No milk price drop expected
The cost of producing a litre of milk should fall by about 10 cents as a result of a drop in Fonterra's forecast payout to farmers.
However, the dairy co-operative is dampening expectations consumers will see a price drop at the supermarket.
Fonterra announced today that it expected the farm-gate price of milksolids would drop to $7 a kilogram in the year to June 2015. It also revised the payout for this season down from $8.65 to $8.40 a kilo.
Fonterra said that would mean the value of the milksolids in a litre of Anchor Blue milk would fall to 49 cents next year.
A litre of the blue-top milk contains 33 grams each of milk fat and protein, which would cost $4.45 and $10.35 per kilo respectively, it said.
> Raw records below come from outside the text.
import fc from 'fast-check';
import { expect, test } from 'vitest';
import { periodsOf } from '#lib/time/periods';
import {
  addDays,
  hoursOfDay,
  instantAtSec,
  isLocalDate,
  localDateAt,
  startOfDaySec,
  weekdayOf,
} from '#lib/time/zone';

const DEFAULT_SCHEME = { dayStartMin: 7 * 60, eveningStartMin: 19 * 60, nightStartMin: 23 * 60 };
const NO_EVENING = { dayStartMin: 7 * 60, eveningStartMin: null, nightStartMin: 22 * 60 };
const ZONES = ['Europe/London', 'America/New_York', 'Australia/Lord_Howe', 'Asia/Kathmandu', 'UTC'];
const hoursOf = (period: { fromSec: number; toSec: number }) => (period.toSec - period.fromSec) / 3600;

test('the night of a clock change is an hour shorter or longer (Europe, Directive 2000/84/EC)', () => {
  const night = (date: string) => periodsOf(date, DEFAULT_SCHEME, 'Europe/London')[2];
  expect(hoursOf(night('2026-03-28')!)).toBe(7);
  expect(hoursOf(night('2026-10-24')!)).toBe(9);
  expect(hoursOf(night('2026-06-01')!)).toBe(8);
});

test('Lord Howe shifts by half an hour', () => {
  expect(hoursOfDay('2026-04-05', 'Australia/Lord_Howe')).toBe(24.5);
  expect(hoursOfDay('2026-10-04', 'Australia/Lord_Howe')).toBe(23.5);
});

test('a scheme without evening has day and night only', () => {
  expect(periodsOf('2026-06-01', NO_EVENING, 'UTC').map((period) => period.kind)).toEqual(['day', 'night']);
});

test('periods tile time: every instant lies in exactly one, and neighbours touch', () => {
  const anyInstant = fc.integer({ min: 1_700_000_000, max: 1_900_000_000 });
  fc.assert(
    fc.property(anyInstant, fc.constantFrom(...ZONES), fc.boolean(), (atSec, zone, hasEvening) => {
      const scheme = hasEvening ? DEFAULT_SCHEME : NO_EVENING;
      const date = localDateAt(atSec, zone);
      const periods = [-1, 0, 1].flatMap((days) => periodsOf(addDays(date, days), scheme, zone));
      expect(periods.filter(({ fromSec, toSec }) => fromSec <= atSec && atSec < toSec)).toHaveLength(1);
      periods.slice(1).forEach((period, at) => expect(period.fromSec).toBe(periods[at]?.toSec));
    }),
    { numRuns: 150 },
  );
});

test('an hour that the spring change skips falls just after it; of a repeated one the first is meant', () => {
  expect(instantAtSec('2026-03-29', 90, 'Europe/London')).toBe(Date.parse('2026-03-29T01:30:00Z') / 1000);
  expect(instantAtSec('2026-10-25', 90, 'Europe/London')).toBe(Date.parse('2026-10-25T00:30:00Z') / 1000);
});

test('dates', () => {
  expect(addDays('2026-02-28', 1)).toBe('2026-03-01');
  expect(weekdayOf('2026-12-01')).toBe(1);
  expect(isLocalDate('2026-02-30')).toBe(false);
  expect(localDateAt(startOfDaySec('2026-07-04', 'America/New_York'), 'America/New_York')).toBe('2026-07-04');
});
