import { appendAudit } from '#db/queries/audit';
import { inTransaction } from '#db/queries/connection';
import { findPlant, insertPlant } from '#db/queries/plants';
import { type NewPlant, type Plant } from '#lib/contracts/plants';
import { isDuplicateKey } from '../duplicateKey';
import { done, invalid, unknown, type Outcome } from '../outcome';
import { plantDetails, plantJson } from './plantJson';

export const NO_PLANT = unknown('The network has no plant with this number.');
export const NAME_TAKEN = invalid('name', 'belongs to another plant of this network');

/** Adds a plant to the register, in use. */
export async function addPlant(networkId: number, input: NewPlant, userId: string): Promise<Outcome<Plant>> {
  try {
    return await inTransaction(async (transaction) => {
      const note = { reason: '', createdBy: userId };
      const id = await insertPlant(networkId, plantDetails(input), note, transaction);
      const row = await findPlant(networkId, id, transaction);
      const subject = `plant ${input.name}`;
      await appendAudit(
        { userId, networkId, action: 'plant.add', subject, detail: { plant: id, after: input } },
        transaction,
      );
      return row ? done(plantJson(row)) : NO_PLANT;
    });
  } catch (error) {
    if (isDuplicateKey(error)) return NAME_TAKEN;
    throw error;
  }
}
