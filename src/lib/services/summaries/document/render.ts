import { type MonthDocument } from '#lib/contracts/monthDocument';
import { type SummaryTemplate } from '#lib/contracts/summaryTemplate';
import { csvZip } from './csvFiles';
import { renderPdf, methodSentences } from './pdf/renderPdf';
import { topicTables } from './tables/topics';
import { wordsOf } from './words/words';
import { workbook, type Facts } from './workbook';

/** A network’s mark as it was uploaded. */
export interface SummaryMark {
  bytes: Uint8Array;
  mediaType: 'image/png' | 'image/jpeg';
}

/** What stands in the files beside the figures. */
export interface RenderContext {
  template: SummaryTemplate;
  mark?: SummaryMark | null;
  /** Number of the issued revision; null: a draft. */
  revision: number | null;
  /** Who issued it, and when. */
  issuedBy?: { name: string; at: string } | null;
  /** What the manifest rests on. */
  seal?: {
    dataSha256: string;
    /** Of the months before, where there are any. */
    yearSha256: string | null;
    softwareVersion: string;
    publicKey: string | null;
  } | null;
  /** Head of the audit chain when it was issued. */
  chainHead?: { position: number; sha256: string } | null;
  /** Address of the page that verifies a file. */
  verifyUrl?: string | null;
}

export const FILE_FORMATS = ['pdf', 'xlsx', 'csv', 'json'] as const;
export type FileFormat = (typeof FILE_FORMATS)[number];

/** A finished file of a month. */
export interface RenderedFile {
  name: string;
  mediaType: string;
  bytes: Uint8Array;
}

/** A month’s file in a format; all formats are written from the one document. */
export function renderFile(
  doc: MonthDocument,
  context: RenderContext,
  format: FileFormat,
): Promise<RenderedFile> {
  return RENDERERS[format](doc, context);
}

/** File name of a month: `merrow-2026-03-r2.pdf`, `merrow-2026-03-draft.pdf`. */
export function fileName(
  { network, month }: Pick<MonthDocument, 'network' | 'month'>,
  { revision }: Pick<RenderContext, 'revision'>,
  ending: string,
): string {
  return `${network.slug}-${month}-${revision === null ? 'draft' : `r${revision}`}.${ending}`;
}

type Renderer = (doc: MonthDocument, context: RenderContext) => Promise<RenderedFile>;

const RENDERERS: Record<FileFormat, Renderer> = {
  pdf: async (doc, context) => ({
    name: fileName(doc, context, 'pdf'),
    mediaType: 'application/pdf',
    bytes: await renderPdf(doc, context),
  }),
  xlsx: async (doc, context) => ({
    name: fileName(doc, context, 'xlsx'),
    mediaType: 'application/vnd.openxmlformats-officedocument.spreadsheetml.sheet',
    bytes: await workbook(topicTables(doc), factsOf(doc, context), paragraphsOf(doc, context)),
  }),
  csv: (doc, context) =>
    Promise.resolve({
      name: fileName(doc, context, 'csv.zip'),
      mediaType: 'application/zip',
      bytes: csvZip(doc, topicTables(doc)),
    }),
  json: (doc, context) =>
    Promise.resolve({
      name: fileName(doc, context, 'json'),
      mediaType: 'application/json',
      // An issued month’s is the document itself; a draft tells that it is one.
      bytes: Buffer.from(
        `${JSON.stringify(context.revision === null ? { ...doc, status: 'draft' } : doc)}\n`,
      ),
    }),
};

function factsOf(
  doc: MonthDocument,
  { revision, issuedBy, seal, chainHead, verifyUrl }: RenderContext,
): Facts {
  return [
    ['network', `${doc.network.name} (${doc.network.slug})`],
    ['month', doc.month],
    ['state', revision === null ? 'draft, not issued' : `issued, revision ${revision}`],
    ...(issuedBy ? [['issued by', `${issuedBy.name}, ${issuedBy.at}`] as const] : []),
    ['computed', doc.generatedAt],
    ['to date', doc.isToDate ? 'yes: the month, or its last night, is not over' : 'no'],
    ['from', doc.from],
    ['to', doc.to],
    ['nights to', doc.nightsTo],
    ['time zone', doc.timeZone],
    ['levels', 'dB re 20 µPa, unrounded in the cells; times are UTC, dates local'],
    ['form', doc.form],
    ...(seal
      ? ([
          ['data SHA-256', seal.dataSha256],
          ...(seal.yearSha256 === null
            ? []
            : [['SHA-256 of the sums of the months before', seal.yearSha256] as const]),
          ['software', seal.softwareVersion],
          ...(seal.publicKey === null ? [] : [['public key', seal.publicKey] as const]),
        ] as const)
      : []),
    ...(chainHead ? [['audit chain', `${chainHead.position}, ${chainHead.sha256}`] as const] : []),
    ...(verifyUrl ? [['verify at', verifyUrl] as const] : []),
  ];
}

function paragraphsOf(doc: MonthDocument, { template }: RenderContext): string[] {
  const words = wordsOf(template.language);
  return [...methodSentences(doc, words), ...words.cautions];
}
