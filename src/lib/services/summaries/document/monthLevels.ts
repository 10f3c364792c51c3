import { formatInstantUtc } from '#lib/contracts/common';
import { type DayFigures } from '#lib/contracts/levels';
import { type Coverage, type MonthLevels, type SummaryDay } from '#lib/contracts/summaries';
import { type MonthFigures } from '../../levels/month';

/** The figures of a month. */
export function levelsOf({ statistics, periods, loudest, ldenDb }: MonthFigures): MonthLevels {
  const { day, evening, night } = periods;
  return {
    Lday: day.laeqDb,
    Levening: evening?.laeqDb ?? null,
    Lnight: night.laeqDb,
    Lden: ldenDb,
    LAeq: statistics.LAeq,
    LA10: statistics.LAN['10'] ?? null,
    LA50: statistics.LAN['50'] ?? null,
    LA90: statistics.LAN['90'] ?? null,
    LAFmax: statistics.LAFmax,
    LAFmaxAt: loudest && formatInstantUtc(loudest.startSec),
    sampleSeconds: statistics.sampleSeconds,
    ...coverageOf(statistics),
    periods: periodCoverages(day, evening, night),
  };
}

/** A date of a month. */
export function dayOf(day: DayFigures): SummaryDay {
  const { date, Lday, Levening, Lnight, Lden, periods } = day;
  return {
    date,
    Lday,
    Levening,
    Lnight,
    Lden,
    periods: periodCoverages(periods.day, periods.evening, periods.night),
  };
}

interface CoveredPeriod extends Coverage {
  seconds: { expected: number; valid: number };
}

function periodCoverages(day: CoveredPeriod, evening: CoveredPeriod | null, night: CoveredPeriod) {
  const periods = [day, night, ...(evening ? [evening] : [])];
  const expected = periods.reduce((sum, { seconds }) => sum + seconds.expected, 0);
  const valid = periods.reduce((sum, { seconds }) => sum + seconds.valid, 0);
  return {
    day: coverageOf(day),
    evening: evening && coverageOf(evening),
    night: coverageOf(night),
    whole: {
      coverage: expected === 0 ? 0 : Math.min(1, valid / expected),
      meetsMinimum: periods.every(({ meetsMinimum }) => meetsMinimum),
    },
  };
}

function coverageOf({ coverage, meetsMinimum }: Coverage): Coverage {
  return { coverage, meetsMinimum };
}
Fonterra chief financial officer Lukas Paravicini said it could be assumed the cost drop would be reflected in retail prices "at some stage".
He qualified that by saying this year's increase in the price of milksolids, which peaked in February, had been absorbed by suppliers rather than passed on to consumers.
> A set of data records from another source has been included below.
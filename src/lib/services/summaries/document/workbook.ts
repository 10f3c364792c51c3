import writeExcelFile, { type Row, type SheetData } from 'write-excel-file/node';
import { type ColumnType, type ColumnUnit, type TableCell, type TopicTable } from './tables/table';

/** Facts about the file, name and value, for its first sheet. */
export type Facts = readonly (readonly [name: string, value: string])[];

const HEAD = {
  fontWeight: 'bold',
  backgroundColor: '#e8ece6',
  bottomBorderStyle: 'thin',
  bottomBorderColor: '#5c675f',
} as const;
const FORMATS: Partial<Record<NonNullable<ColumnUnit>, string>> = {
  dB: '0.0',
  share: '0.0000',
  'm/s': '0.0',
  s: '0',
  count: '0',
};
const WIDTHS: Record<ColumnType, number> = {
  text: 22,
  number: 12,
  integer: 12,
  boolean: 10,
  instant: 20,
  date: 12,
};

/** A month as a workbook: about the file, a sheet a topic with typed cells, and what every column means. Times are UTC. */
export async function workbook(
  tables: readonly TopicTable[],
  facts: Facts,
  paragraphs: readonly string[],
): Promise<Uint8Array> {
  const about: SheetData = [
    ...facts.map(([name, value]): Row => [
      { value: name, fontWeight: 'bold' },
      { value, type: String },
    ]),
    [],
    ...paragraphs.map((value): Row => [null, { value, type: String, wrap: true }]),
  ];
  const sheets = [
    { data: about, sheet: 'About', columns: [{ width: 26 }, { width: 110 }] },
    ...tables.map((table) => ({
      data: sheetOf(table),
      sheet: table.title,
      columns: table.columns.map(({ type, name }) => ({ width: Math.max(WIDTHS[type], name.length + 1) })),
      stickyRowsCount: 1,
    })),
    {
      data: columnsSheet(tables),
      sheet: 'Columns',
      columns: [{ width: 22 }, { width: 30 }, { width: 10 }, { width: 90 }],
      stickyRowsCount: 1,
    },
  ];
  return writeExcelFile(sheets, { fontFamily: 'Noto Sans', fontSize: 10 }).toBuffer();
}

function sheetOf({ columns, rows }: TopicTable): SheetData {
  const heads: Row = columns.map(({ name }) => ({ value: name, ...HEAD }));
  const cellsOf = columns.map(cellMaker);
  const cells = rows.map((row): Row => row.map((value, at) => cellsOf[at]?.(value) ?? null));
  return [heads, ...cells];
}

/** Makes the cells of a column. But for levels they come again and again, and are then the same cell: it takes a fifth of the memory. */
function cellMaker(column: TopicTable['columns'][number]): (value: TableCell) => Row[number] {
  if (column.type === 'number' && column.unit === 'dB') return (value) => cellOf(value, column);
  const known = new Map<TableCell, Row[number]>();
  return (value) => {
    const cell = known.get(value) ?? cellOf(value, column);
    known.set(value, cell);
    return cell;
  };
}

function cellOf(value: TableCell, column: TopicTable['columns'][number]): Row[number] {
  if (value === null) return null;
  const { type, unit } = column;
  if (type === 'instant')
    return { value: new Date(String(value)), type: Date, format: 'yyyy-mm-dd hh:mm:ss' };
  if (type === 'date')
    return { value: new Date(`${String(value)}T00:00:00Z`), type: Date, format: 'yyyy-mm-dd' };
  if (typeof value === 'boolean') return { value, type: Boolean };
  if (typeof value === 'string') return { value, type: String };
  const format = unit === null ? undefined : FORMATS[unit];
  return { value, type: Number, ...(format === undefined ? {} : { format }) };
}

function columnsSheet(tables: readonly TopicTable[]): SheetData {
  const heads: Row = ['sheet', 'column', 'unit', 'meaning'].map((value) => ({ value, ...HEAD }));
  const rows = tables.flatMap(({ title, columns }) =>
    columns.map(({ name, unit, description }): Row => [title, name, unit, description]),
  );
  return [heads, ...rows];
}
Fonterra Brands New Zealand managing director Peter McClure said he would "not expect to see much change at the shelf".
The dairy giant couldn't recover the previous cost rise because of what the market would bear, he said.
"Consumers and retailers have pushed back pretty hard," McClure said.
"We have taken a reasonable hit this year."
Other major components of the price of milk include production and distribution costs, retail margins and GST. The cheapest milk at Countdown today costs $1.78 a litre, in a three-litre bottle.
The bigger impact on consumers from Fonterra's reduced payouts may be the flow-on effects from the $2.2 billion cut to farmers' forecast income and the corresponding reduction in export earnings.
However, even under Fonterra's new forecasts, the price of milksolids remains near a historical high.